EXTRACTED MATERIAL:
───

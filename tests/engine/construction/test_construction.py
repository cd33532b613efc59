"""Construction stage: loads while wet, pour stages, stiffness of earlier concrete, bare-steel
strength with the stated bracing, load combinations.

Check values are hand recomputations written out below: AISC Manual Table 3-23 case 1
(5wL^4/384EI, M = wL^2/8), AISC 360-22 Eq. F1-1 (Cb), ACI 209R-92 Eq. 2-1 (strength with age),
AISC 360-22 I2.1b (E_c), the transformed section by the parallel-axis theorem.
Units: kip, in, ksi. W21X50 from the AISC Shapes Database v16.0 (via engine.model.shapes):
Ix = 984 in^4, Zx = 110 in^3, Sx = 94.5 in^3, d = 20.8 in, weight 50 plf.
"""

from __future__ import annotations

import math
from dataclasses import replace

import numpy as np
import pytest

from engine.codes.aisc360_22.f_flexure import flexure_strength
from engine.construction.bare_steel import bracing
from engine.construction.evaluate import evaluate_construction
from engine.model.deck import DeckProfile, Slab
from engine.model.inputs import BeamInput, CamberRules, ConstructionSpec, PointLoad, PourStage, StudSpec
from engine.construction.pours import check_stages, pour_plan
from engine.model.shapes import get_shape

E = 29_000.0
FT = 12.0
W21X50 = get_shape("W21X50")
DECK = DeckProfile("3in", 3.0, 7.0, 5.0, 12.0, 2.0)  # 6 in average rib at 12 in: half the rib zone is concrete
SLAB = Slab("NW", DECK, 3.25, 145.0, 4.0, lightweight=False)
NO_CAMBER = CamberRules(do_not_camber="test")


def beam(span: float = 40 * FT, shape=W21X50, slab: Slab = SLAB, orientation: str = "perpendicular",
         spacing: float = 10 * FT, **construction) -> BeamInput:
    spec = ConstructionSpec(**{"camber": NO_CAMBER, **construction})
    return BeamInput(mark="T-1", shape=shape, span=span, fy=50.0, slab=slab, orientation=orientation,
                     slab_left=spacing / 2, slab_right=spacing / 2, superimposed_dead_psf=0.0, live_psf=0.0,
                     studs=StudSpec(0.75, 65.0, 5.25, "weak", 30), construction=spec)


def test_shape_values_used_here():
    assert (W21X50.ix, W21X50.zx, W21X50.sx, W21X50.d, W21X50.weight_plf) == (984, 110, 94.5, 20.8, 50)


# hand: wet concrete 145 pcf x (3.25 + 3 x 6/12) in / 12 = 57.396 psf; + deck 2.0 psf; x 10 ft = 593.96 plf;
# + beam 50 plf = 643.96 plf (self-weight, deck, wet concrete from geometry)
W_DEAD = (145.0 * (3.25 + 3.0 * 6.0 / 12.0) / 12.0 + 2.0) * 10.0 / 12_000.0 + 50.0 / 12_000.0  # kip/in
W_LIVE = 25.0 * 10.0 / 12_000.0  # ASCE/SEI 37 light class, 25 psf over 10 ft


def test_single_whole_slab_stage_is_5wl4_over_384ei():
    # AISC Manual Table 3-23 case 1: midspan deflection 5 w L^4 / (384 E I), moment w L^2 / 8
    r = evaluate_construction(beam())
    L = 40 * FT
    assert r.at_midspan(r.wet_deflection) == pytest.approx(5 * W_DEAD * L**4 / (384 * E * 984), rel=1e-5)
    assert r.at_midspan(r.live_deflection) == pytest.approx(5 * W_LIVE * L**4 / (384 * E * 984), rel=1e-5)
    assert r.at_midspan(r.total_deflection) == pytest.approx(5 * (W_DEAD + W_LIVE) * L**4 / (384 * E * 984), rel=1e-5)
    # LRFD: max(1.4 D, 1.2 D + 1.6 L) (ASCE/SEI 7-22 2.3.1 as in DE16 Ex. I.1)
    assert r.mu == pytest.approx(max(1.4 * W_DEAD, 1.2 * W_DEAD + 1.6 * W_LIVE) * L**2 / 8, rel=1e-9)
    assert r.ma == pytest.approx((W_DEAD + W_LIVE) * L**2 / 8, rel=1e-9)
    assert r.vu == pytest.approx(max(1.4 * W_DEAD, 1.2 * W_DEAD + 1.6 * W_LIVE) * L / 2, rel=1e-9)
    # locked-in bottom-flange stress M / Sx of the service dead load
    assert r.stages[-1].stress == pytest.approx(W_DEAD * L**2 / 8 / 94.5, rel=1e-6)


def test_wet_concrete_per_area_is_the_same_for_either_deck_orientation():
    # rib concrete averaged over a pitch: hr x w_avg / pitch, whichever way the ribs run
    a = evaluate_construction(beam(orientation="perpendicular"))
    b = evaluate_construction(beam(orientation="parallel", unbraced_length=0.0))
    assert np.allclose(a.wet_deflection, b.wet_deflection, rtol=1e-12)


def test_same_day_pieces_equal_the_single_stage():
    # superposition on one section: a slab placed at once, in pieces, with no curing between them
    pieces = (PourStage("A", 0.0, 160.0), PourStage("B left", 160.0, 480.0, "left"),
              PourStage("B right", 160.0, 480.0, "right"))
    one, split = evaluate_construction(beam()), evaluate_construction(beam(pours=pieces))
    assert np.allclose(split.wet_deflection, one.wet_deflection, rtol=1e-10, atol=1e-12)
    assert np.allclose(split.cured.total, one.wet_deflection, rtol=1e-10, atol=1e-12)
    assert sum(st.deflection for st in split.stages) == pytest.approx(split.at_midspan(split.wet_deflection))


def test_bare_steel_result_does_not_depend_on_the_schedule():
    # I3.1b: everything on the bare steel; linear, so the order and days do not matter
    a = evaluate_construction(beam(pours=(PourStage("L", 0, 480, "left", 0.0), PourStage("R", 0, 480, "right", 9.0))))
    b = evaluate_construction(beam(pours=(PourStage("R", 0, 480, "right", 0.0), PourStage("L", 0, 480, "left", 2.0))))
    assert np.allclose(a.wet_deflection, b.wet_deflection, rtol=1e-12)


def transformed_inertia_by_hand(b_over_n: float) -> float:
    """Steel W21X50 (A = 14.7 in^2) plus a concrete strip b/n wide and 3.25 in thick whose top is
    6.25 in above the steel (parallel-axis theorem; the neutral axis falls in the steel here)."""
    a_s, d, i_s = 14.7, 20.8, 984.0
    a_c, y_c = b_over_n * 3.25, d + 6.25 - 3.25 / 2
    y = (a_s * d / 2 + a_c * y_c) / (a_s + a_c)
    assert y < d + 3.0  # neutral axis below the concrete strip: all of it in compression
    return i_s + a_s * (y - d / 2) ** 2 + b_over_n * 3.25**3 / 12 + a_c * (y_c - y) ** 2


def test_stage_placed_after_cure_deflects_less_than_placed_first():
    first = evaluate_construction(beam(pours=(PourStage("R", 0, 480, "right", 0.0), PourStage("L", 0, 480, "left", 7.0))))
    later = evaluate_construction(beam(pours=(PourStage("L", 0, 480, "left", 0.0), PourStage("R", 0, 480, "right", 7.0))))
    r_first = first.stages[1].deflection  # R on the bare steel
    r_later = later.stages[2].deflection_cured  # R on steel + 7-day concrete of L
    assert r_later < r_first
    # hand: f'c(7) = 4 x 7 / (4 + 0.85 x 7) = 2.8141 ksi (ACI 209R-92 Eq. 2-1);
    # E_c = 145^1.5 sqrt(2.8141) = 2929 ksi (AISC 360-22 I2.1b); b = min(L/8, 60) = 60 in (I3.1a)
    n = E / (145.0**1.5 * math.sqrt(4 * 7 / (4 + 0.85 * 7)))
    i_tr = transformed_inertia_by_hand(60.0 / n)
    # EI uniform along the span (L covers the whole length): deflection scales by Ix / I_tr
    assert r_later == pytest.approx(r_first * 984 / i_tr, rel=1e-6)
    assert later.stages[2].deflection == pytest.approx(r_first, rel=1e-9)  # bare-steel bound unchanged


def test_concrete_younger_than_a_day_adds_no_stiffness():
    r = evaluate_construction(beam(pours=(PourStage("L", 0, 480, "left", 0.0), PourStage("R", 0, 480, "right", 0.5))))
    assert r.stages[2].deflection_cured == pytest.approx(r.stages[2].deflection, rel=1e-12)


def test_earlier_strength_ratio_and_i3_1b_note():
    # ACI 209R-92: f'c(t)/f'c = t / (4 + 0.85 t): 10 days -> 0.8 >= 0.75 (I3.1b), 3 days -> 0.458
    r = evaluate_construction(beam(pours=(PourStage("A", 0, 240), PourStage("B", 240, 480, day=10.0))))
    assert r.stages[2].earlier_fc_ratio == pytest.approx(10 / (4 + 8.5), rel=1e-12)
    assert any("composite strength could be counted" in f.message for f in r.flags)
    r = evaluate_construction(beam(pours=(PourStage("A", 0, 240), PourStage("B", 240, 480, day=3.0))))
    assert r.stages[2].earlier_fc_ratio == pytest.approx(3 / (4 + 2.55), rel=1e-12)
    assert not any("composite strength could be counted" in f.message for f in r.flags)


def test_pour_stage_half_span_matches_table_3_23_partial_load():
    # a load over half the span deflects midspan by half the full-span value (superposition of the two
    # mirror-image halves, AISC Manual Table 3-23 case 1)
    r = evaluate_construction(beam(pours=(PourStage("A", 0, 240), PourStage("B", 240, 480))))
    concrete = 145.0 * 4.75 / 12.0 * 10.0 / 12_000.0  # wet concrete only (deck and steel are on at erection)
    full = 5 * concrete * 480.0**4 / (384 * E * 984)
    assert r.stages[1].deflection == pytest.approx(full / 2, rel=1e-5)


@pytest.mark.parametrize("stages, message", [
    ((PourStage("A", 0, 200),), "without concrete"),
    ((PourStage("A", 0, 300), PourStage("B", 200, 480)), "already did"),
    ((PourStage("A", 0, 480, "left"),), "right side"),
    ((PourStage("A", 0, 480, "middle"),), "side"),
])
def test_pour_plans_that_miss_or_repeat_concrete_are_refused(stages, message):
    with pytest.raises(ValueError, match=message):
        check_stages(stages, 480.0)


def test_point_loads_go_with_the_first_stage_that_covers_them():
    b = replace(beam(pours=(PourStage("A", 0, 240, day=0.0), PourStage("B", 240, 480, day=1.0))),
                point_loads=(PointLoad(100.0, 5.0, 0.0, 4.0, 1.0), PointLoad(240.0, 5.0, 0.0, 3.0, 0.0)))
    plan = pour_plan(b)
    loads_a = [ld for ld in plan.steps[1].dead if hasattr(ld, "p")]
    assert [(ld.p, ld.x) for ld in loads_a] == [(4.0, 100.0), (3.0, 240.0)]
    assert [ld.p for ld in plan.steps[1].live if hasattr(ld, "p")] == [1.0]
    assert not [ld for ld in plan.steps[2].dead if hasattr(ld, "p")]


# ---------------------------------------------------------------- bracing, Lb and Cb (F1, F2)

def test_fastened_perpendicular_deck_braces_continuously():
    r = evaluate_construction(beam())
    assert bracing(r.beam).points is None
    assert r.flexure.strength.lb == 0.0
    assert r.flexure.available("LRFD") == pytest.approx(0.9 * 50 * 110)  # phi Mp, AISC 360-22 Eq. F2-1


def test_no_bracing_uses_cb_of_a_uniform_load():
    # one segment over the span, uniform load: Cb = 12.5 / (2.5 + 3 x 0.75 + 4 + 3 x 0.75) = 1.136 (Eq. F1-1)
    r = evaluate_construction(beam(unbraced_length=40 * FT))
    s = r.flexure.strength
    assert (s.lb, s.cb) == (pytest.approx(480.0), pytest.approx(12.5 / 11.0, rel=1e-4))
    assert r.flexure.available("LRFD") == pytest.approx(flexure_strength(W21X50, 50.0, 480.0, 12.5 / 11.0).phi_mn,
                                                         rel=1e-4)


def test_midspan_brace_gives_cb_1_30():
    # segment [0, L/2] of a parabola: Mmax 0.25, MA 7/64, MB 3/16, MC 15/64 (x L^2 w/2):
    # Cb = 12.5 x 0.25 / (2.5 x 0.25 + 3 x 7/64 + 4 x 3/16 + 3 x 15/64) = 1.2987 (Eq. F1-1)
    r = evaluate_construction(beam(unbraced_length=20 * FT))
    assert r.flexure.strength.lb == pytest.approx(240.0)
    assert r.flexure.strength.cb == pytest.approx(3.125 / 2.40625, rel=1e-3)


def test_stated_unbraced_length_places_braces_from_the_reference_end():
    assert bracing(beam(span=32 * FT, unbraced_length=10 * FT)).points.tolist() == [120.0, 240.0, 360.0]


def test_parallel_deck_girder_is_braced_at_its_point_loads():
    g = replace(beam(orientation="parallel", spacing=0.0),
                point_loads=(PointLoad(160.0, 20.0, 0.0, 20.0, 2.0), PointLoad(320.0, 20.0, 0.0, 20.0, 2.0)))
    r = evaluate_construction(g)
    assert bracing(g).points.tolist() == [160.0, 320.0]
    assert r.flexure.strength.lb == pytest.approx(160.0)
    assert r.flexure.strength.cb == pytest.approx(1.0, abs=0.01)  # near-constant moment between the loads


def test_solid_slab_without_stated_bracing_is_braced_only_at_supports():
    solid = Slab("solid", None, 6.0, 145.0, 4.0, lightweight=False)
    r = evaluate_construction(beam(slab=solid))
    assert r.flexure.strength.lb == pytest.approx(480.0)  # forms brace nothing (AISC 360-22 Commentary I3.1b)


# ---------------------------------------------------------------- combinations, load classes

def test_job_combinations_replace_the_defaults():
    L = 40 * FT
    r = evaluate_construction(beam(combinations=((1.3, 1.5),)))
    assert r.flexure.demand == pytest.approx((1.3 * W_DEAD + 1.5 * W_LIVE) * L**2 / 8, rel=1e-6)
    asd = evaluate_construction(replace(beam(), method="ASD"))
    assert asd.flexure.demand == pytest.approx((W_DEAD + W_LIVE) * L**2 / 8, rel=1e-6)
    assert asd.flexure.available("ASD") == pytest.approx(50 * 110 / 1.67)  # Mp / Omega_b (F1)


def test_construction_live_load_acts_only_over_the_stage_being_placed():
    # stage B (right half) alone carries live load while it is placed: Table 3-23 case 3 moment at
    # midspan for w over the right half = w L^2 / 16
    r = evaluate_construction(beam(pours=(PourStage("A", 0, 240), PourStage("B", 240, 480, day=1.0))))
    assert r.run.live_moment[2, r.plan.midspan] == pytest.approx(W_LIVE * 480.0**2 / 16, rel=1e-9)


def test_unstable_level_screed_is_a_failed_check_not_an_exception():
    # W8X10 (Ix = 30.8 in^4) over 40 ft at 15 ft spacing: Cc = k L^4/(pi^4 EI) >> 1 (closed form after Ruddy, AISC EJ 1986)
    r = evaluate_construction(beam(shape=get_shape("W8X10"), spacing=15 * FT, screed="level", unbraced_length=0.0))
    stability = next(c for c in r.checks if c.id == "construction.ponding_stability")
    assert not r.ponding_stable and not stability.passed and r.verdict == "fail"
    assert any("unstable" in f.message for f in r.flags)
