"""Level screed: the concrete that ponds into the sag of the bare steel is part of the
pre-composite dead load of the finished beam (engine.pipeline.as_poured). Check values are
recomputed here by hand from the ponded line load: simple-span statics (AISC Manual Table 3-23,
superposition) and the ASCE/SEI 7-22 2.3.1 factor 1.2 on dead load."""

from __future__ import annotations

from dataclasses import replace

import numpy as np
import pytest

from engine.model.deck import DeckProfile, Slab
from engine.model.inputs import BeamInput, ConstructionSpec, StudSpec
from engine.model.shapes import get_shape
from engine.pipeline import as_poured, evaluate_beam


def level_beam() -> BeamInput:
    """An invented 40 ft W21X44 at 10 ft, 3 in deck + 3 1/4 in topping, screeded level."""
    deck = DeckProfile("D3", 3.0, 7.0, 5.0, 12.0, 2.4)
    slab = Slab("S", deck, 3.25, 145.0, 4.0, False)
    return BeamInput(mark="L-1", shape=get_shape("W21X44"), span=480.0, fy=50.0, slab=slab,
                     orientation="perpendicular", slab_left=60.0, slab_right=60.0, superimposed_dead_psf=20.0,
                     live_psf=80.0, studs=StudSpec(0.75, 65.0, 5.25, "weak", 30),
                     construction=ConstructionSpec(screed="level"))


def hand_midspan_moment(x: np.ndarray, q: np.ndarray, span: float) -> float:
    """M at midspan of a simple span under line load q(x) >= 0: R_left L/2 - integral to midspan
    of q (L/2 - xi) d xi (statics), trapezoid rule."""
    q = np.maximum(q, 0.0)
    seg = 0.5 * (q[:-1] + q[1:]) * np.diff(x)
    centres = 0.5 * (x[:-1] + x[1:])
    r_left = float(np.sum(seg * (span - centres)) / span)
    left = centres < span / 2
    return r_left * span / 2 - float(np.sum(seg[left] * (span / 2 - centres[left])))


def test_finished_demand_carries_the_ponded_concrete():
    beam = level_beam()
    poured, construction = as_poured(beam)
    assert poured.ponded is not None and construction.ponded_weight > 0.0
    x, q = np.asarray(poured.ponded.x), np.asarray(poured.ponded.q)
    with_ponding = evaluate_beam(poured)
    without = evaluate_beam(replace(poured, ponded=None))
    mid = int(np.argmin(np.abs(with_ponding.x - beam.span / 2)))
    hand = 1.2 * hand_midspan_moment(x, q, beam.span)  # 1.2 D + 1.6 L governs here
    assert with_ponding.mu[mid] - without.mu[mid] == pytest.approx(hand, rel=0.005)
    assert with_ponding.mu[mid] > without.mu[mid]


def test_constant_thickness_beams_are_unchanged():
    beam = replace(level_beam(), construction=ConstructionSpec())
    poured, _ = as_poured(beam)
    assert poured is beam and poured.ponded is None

───

TASK STATEMENT:
Count every line that holds the word "CamberRules" in the entries, and state the result alone.

RESPONSE AREA:
2